Keywords: Resistivity, Chargeability, Hand Auger, Post-, pre-, and tsunami sediment deposits.
1. INTRODUCTION
The great earthquake and tsunami that occurred at Aceh on 26 December 2004, affecting several countries in South East Asia have left many pieces of evidence to be observed. The event triggered researchers to investigate in detail and gain knowledge for future hazards related to earthquakes and tsunamis. It is believed that the tsunami deposit sediments left by the event can be used to improve risk assessment. Studies on the tsunami deposit sediments play an important role in identifying the past earthquake and tsunami event and expand the knowledge of magnitude and frequency of the event [1]. Jaffe and Gelfenbaum [2] stated that the world record of tsunamis studies is limited, thus contributing to the imprecise tsunami risk assessment. Moore et al. [3] ascertain that tsunami deposit sediments have been studied in several locations but only in smaller modern tsunamis event such as the Flores incident in 1992 [4], [5]; 1993 Okushiri [6], [7]; 1994 Java [8]; and 1998 Papua New Guinea [9]. Nevertheless, research about the tsunami deposit sediments caused by large scale tsunamis such as Aceh tsunami is limited since the natural event itself rarely occurs. This paper discusses the tsunami deposit sediments caused by the great earthquake and tsunami events that occurred in Aceh in 2004. The study takes place at two sites along the coastal line of Banda Aceh and Aceh Besar, Indonesia. Identifications of the
tsunami deposit sediments are done by employing geophysics method (2-D resistivity and induced polarization) and validated with hand auger data.
2. GEOLOGY OF STUDY AREA
Generally, the lithology of Aceh Besar district is made up of alluvium composed of gravel, sand, sandy clay, sandy silt, clayey silt, silty clay and sediments originated from the swamp.
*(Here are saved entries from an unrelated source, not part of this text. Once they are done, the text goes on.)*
import { addDays, parseCalendarDate } from '@shared/calendar/calendar-date';
import type { QueryOf, ReplyOf } from '@shared/contract/endpoint';
import { routeState } from '@shared/visits/route-state';
import type { listComing } from '@shared/visits/visits-contract';
import { Binds } from '@db/binds';
import type { Tenant } from '@db/tenant-transaction';
import type { Actor } from '../access/actor';
import { visibleStores } from '../access/visible-stores';
import { asPlannedTask, plannedTaskRows, sumMinutes } from './planned-tasks';
import { type Stop, stopColumn } from './stop-columns';

interface Row {
  id: string;
  onDate: string;
  store: Stop;
  technicianName: string;
  place: number;
  stops: number;
  version: number;
  publishedVersion: number;
}

/** Who comes to the stores in sight, and when, as far as it was told; by day, then store. */
export async function comingVisits(
  tenant: Tenant,
  actor: Actor,
  query: QueryOf<typeof listComing>,
  now: Date,
): Promise<ReplyOf<typeof listComing>> {
  const binds = new Binds();
  const to = addDays(parseCalendarDate(query.from), query.days - 1);
  const where = [
    visibleStores(actor, 'visits.read', binds),
    `ro.on_date BETWEEN ${binds.add(query.from)} AND ${binds.add(to)}`,
    'ro.published_version IS NOT NULL',
  ];
  if (query.store) where.push(`s.id = ${binds.add(query.store)}`);
  const rows = await tenant.rows<Row>(
    `SELECT v.id, ro.on_date AS "onDate", ${stopColumn}, p.name AS "technicianName",
       (SELECT count(*)::int FROM visits b WHERE b.route_id = ro.id AND b.position <= v.position)
         AS place,
       (SELECT count(*)::int FROM visits b WHERE b.route_id = ro.id) AS stops,
       ro.version, ro.published_version AS "publishedVersion"
     FROM visits v JOIN routes ro ON ro.id = v.route_id JOIN stores s ON s.id = v.store_id
     JOIN people p ON p.id = ro.technician_id
     WHERE ${where.join(' AND ')} ORDER BY ro.on_date, s.number, v.id LIMIT 1000`,
    binds.values,
  );
  const tasks = await tasksOf(tenant, rows, now);
  return {
    visits: rows.map(({ version, publishedVersion, ...row }) => {
      const its = tasks.filter(({ visitId }) => visitId === row.id).map(asPlannedTask);
      return {
        ...row,
        changed: routeState(version, publishedVersion) === 'changed',
        minutes: sumMinutes(its),
        done: its.filter(({ state }) => state === 'done' || state === 'done-late').length,
        tasks: its,
      };
    }),
  };
}

function tasksOf(tenant: Tenant, rows: readonly Row[], now: Date) {
  if (rows.length === 0) return [];
  const binds = new Binds();
  const where = `t.visit_id = ANY(${binds.add(rows.map(({ id }) => id))}::uuid[])`;
  return plannedTaskRows(tenant, binds, where, now);
}
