import { grantsWith } from '@shared/access/ability';
import { importLimits } from '@shared/imports/import-limits';
import { type ReadRow, readRow } from '@shared/imports/read-row';
import { Problem, forbidden } from '@shared/problem';
import type { Actor } from '../access/actor';
import { loadActor } from '../access/load-actor';
import type { LongJobRun, LongJobServices } from '../long-jobs/long-job';
import { FileStore } from '../uploads/file-store';
import { type ImportRecord, importRecord } from './import-record';
import { readTable } from './read-table';
import { isBlank } from './table-row';

const STRETCH = 1_000;

/** What a long job of an import works with. */
export interface ImportWork {
  readonly record: ImportRecord;
  /** Who asked for it, with the roles held now. */
  readonly actor: Actor;
  /** The file's rows below its headings, a thousand at a time, always cut at the same places. */
  stretches(): AsyncGenerator<ReadRow[]>;
}

/** @throws Problem 401 or 403 when the person may not import any more, 404 when the file is gone */
export async function beginWork(services: LongJobServices, run: LongJobRun): Promise<ImportWork> {
  const { importId } = run.input as { importId: string };
  const { record, actor } = await run.inTenant(async (tenant) => ({
    record: await importRecord(tenant, importId),
    actor: await loadActor(tenant, run.askedBy),
  }));
  if (grantsWith('fleet.import', actor.grants).length === 0) throw forbidden();
  const bytes = await new FileStore(services).read(record.storageKey);
  return { record, actor, stretches: () => stretchesOf(record, bytes) };
}

async function* stretchesOf(record: ImportRecord, bytes: Buffer): AsyncGenerator<ReadRow[]> {
  const fields = record.columns.map(({ field }) => field);
  let headings = true;
  let count = 0;
  let stretch: ReadRow[] = [];
  for await (const row of readTable(bytes, record.format)) {
    if (isBlank(row)) continue;
    if (headings) {
      headings = false;
      continue;
    }
    count += 1;
    if (count > importLimits.rows) throw tooMany();
    stretch.push(readRow(row.number, row.cells, fields, record.dateOrder));
    if (stretch.length < STRETCH) continue;
    yield stretch;
    stretch = [];
  }
  if (stretch.length > 0) yield stretch;
}

const tooMany = () =>
  new Problem(422, 'too-many-rows', `A file may have ${importLimits.rows} rows at most. Split it.`);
The topography of the area is considered as undulating, spread out from northwest to southeast. The district is also known as Krueng Aceh basin [10], [11]. The rock types are classified as Tertiary and Pre-tertiary rock while the eastern part delimited with hills composed of Plio-Plistosen which originated from Seulawah Agam Volcano [12]. Generally, Banda Aceh district is situated at the deltaic plains of Krueng Aceh which is specifically located between the low Tertiary and Quaternary volcanic hills on eastward and Cretaceous limestone hills in the west.
According to Culshaw et al. [13], the soil of the area was made up by alluvium and marine sediments with an approximate thickness of 179 m which is deposited from the graven structure in the Sumatran Fault System. The rocks of this area are classified as limestone, slates and phyllites at the western part while the east side is composed of deposited andesitic tuffs and subsidiary flows (Figure 1).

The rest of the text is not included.